**YOUR ASSIGNMENT:**
When a line in the material contains the word "that", copy it.

**MATERIAL PROVIDED:**
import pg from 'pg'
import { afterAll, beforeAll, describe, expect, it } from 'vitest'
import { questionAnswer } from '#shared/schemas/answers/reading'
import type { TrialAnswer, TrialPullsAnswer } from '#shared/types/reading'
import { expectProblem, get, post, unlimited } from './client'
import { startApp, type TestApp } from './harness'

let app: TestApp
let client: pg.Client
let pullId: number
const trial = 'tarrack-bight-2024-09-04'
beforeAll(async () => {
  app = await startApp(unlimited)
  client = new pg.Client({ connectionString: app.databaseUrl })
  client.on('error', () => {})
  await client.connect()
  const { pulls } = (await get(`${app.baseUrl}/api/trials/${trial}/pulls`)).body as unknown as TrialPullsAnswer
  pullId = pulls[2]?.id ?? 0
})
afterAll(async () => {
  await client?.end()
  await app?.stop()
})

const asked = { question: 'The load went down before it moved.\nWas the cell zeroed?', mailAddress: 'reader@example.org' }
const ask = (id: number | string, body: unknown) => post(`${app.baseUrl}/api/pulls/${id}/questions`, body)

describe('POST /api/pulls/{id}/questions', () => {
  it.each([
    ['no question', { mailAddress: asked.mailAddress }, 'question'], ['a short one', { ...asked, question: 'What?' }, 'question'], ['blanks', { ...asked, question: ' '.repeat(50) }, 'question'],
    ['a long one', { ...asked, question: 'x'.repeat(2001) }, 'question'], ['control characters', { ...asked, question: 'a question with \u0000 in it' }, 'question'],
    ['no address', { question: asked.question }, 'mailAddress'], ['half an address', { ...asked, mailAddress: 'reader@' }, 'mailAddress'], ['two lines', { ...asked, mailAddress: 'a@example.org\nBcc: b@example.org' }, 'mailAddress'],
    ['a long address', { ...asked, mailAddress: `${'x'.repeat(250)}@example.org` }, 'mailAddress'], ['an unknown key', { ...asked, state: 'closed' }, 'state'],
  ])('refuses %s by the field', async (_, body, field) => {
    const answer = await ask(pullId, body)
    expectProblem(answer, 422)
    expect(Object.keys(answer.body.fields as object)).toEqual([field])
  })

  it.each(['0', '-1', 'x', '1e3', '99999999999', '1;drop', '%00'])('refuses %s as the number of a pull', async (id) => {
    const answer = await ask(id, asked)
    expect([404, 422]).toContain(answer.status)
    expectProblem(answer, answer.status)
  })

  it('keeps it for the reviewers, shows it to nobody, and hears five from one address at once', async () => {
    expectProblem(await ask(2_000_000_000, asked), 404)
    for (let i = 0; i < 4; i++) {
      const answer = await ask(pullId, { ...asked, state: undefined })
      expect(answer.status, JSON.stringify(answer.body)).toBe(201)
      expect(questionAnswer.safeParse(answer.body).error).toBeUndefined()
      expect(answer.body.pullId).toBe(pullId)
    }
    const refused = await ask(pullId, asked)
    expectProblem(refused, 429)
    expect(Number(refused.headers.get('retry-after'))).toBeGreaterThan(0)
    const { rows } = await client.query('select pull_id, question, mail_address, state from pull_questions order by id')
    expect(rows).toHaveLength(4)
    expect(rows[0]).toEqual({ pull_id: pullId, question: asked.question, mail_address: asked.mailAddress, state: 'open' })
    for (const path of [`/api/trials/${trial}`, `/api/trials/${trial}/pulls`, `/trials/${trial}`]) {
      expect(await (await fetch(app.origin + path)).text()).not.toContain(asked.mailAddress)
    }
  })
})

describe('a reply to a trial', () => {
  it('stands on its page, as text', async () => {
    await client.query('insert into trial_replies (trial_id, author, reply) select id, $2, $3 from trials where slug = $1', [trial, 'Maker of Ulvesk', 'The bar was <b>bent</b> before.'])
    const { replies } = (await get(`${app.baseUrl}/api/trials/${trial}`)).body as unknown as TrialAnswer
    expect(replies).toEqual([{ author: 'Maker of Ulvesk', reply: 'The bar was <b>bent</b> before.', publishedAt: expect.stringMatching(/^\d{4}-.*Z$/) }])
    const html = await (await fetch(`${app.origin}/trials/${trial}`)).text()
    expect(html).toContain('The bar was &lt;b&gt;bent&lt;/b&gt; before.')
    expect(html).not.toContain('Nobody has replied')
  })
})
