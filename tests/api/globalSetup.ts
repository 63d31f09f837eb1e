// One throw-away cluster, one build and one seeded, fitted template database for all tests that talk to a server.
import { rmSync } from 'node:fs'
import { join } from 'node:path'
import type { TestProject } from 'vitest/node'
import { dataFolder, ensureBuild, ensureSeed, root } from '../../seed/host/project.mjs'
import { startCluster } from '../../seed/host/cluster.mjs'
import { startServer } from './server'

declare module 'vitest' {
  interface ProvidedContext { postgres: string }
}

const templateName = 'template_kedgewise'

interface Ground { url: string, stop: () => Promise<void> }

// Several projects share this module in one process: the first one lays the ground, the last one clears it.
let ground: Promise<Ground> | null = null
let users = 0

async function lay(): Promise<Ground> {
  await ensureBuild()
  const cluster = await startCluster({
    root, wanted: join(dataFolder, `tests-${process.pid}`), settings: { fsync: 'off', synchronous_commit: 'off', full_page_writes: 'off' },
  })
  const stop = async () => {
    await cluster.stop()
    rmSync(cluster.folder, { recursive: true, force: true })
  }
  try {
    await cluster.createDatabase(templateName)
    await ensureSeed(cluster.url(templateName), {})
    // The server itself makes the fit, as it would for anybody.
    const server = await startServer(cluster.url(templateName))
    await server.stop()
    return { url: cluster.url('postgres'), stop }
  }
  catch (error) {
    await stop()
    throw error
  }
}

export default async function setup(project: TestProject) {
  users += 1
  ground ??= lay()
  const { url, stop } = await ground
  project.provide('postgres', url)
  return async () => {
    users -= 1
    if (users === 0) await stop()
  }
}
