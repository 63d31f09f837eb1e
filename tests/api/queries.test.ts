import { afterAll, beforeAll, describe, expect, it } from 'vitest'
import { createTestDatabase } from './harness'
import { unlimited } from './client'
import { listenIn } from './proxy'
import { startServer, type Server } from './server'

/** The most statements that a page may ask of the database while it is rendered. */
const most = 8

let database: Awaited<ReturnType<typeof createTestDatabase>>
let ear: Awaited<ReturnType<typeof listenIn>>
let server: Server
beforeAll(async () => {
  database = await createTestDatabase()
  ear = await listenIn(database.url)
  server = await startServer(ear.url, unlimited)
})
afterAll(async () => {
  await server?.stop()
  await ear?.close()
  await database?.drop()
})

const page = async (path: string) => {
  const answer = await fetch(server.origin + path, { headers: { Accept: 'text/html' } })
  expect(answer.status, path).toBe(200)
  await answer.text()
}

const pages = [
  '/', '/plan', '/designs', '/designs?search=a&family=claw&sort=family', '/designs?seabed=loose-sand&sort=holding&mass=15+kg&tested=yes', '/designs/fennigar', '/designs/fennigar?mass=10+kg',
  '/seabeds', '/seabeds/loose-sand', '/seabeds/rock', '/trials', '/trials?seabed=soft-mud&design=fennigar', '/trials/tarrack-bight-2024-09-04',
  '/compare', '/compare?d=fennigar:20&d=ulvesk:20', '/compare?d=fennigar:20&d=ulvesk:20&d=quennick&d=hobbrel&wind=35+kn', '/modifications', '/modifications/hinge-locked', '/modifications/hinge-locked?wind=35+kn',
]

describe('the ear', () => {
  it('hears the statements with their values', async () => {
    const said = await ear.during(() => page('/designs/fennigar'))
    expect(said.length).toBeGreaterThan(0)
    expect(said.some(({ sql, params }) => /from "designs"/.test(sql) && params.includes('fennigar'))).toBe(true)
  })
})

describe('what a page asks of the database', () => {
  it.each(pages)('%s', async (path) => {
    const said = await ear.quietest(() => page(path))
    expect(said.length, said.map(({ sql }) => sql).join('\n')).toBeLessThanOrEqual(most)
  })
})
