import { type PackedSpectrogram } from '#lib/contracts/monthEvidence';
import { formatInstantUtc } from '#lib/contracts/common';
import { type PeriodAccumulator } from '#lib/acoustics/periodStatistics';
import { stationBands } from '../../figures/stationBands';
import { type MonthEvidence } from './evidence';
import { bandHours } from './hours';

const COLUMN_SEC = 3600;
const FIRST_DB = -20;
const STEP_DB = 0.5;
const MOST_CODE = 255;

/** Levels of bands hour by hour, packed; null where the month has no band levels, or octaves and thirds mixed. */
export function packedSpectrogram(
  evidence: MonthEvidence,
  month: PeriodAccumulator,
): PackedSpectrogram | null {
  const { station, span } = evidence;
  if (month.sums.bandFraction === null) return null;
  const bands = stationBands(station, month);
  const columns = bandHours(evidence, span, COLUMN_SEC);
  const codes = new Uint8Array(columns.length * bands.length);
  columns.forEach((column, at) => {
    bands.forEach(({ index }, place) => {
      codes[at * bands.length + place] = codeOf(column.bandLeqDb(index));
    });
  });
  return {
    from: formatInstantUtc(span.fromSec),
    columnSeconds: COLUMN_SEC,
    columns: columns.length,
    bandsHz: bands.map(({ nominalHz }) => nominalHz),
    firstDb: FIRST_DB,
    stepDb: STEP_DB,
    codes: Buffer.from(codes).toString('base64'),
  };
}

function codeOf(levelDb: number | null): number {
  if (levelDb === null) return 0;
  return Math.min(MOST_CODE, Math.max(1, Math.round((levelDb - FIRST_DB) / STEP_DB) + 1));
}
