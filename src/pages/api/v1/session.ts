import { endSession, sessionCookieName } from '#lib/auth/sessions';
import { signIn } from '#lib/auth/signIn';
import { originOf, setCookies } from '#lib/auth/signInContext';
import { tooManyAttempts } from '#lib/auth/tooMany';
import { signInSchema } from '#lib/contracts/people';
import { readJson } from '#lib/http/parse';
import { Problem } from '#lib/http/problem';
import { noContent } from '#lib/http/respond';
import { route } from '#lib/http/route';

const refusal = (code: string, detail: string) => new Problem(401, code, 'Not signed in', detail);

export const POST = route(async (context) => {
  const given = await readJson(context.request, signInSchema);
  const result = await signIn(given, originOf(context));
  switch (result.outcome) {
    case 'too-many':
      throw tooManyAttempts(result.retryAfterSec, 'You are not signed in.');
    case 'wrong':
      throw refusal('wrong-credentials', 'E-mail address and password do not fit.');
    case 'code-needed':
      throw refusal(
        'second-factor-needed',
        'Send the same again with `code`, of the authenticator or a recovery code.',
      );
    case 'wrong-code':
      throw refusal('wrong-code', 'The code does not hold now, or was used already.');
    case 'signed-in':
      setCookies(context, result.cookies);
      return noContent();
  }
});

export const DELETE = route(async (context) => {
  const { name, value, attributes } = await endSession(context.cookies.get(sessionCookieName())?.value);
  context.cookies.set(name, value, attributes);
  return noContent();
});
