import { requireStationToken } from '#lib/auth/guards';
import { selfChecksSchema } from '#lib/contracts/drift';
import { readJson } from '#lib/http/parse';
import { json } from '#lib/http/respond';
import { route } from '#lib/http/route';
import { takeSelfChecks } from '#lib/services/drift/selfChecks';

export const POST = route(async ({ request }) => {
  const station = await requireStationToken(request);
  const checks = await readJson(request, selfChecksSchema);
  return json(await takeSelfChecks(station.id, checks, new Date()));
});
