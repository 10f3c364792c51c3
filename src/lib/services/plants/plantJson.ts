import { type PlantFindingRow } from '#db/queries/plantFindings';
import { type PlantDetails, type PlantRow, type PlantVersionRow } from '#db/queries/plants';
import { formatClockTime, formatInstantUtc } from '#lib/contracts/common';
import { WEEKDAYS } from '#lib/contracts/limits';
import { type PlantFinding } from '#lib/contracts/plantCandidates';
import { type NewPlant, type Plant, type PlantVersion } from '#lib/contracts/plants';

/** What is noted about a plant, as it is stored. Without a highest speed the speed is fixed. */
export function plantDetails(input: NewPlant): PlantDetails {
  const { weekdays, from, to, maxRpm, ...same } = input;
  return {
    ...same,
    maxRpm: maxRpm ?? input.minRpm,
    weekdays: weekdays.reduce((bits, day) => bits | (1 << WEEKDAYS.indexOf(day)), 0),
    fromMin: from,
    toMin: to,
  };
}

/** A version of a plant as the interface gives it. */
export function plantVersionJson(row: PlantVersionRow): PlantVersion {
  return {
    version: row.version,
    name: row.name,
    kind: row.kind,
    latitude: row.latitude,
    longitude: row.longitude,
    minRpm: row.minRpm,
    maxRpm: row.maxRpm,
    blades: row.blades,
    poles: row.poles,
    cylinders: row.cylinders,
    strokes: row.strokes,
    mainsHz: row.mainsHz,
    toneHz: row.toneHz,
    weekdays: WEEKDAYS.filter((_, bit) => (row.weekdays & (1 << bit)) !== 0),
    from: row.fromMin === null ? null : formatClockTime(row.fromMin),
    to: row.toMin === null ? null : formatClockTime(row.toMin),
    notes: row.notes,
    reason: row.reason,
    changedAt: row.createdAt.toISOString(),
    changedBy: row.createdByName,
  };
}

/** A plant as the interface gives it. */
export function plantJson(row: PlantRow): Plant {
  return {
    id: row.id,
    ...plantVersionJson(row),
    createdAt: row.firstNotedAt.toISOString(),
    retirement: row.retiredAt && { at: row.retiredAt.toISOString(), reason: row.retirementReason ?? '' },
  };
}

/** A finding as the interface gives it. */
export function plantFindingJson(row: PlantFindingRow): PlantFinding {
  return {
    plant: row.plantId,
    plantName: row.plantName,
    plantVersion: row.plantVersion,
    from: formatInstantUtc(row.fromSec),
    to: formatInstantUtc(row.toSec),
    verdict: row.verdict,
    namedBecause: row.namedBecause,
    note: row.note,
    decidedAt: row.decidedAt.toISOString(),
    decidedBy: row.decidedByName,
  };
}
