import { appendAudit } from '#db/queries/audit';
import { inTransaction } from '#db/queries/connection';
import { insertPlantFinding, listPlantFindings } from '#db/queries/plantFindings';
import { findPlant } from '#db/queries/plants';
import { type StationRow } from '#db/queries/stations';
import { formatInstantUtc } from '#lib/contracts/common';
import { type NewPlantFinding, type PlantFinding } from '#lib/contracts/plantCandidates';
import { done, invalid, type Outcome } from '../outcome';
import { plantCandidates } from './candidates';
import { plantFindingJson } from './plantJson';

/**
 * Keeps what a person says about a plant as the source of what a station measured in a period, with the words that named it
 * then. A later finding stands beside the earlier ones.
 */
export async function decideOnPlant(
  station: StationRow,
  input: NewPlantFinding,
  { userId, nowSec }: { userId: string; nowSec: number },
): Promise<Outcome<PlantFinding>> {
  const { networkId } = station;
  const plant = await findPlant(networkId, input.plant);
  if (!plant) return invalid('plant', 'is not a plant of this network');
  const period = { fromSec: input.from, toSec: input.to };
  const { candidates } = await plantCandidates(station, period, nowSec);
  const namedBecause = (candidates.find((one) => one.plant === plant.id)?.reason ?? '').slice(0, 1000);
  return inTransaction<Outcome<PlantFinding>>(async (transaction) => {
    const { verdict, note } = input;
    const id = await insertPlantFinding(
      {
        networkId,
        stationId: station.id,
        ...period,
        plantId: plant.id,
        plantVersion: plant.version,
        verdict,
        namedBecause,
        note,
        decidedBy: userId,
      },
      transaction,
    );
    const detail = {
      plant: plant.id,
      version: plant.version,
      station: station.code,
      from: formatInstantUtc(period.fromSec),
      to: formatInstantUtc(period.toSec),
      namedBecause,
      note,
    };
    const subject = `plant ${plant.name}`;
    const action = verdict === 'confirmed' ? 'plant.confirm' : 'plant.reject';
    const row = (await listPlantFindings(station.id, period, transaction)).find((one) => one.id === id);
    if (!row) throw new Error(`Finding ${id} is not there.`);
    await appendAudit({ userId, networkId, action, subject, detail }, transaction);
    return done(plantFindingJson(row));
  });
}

**RESULT OF THE EXERCISE:**
// One throw-away cluster, one build and one seeded, fitted template database for all tests that talk to a server.
/** The most statements that a page may ask of the database while it is rendered. */
 * Keeps what a person says about a plant as the source of what a station measured in a period, with the words that named it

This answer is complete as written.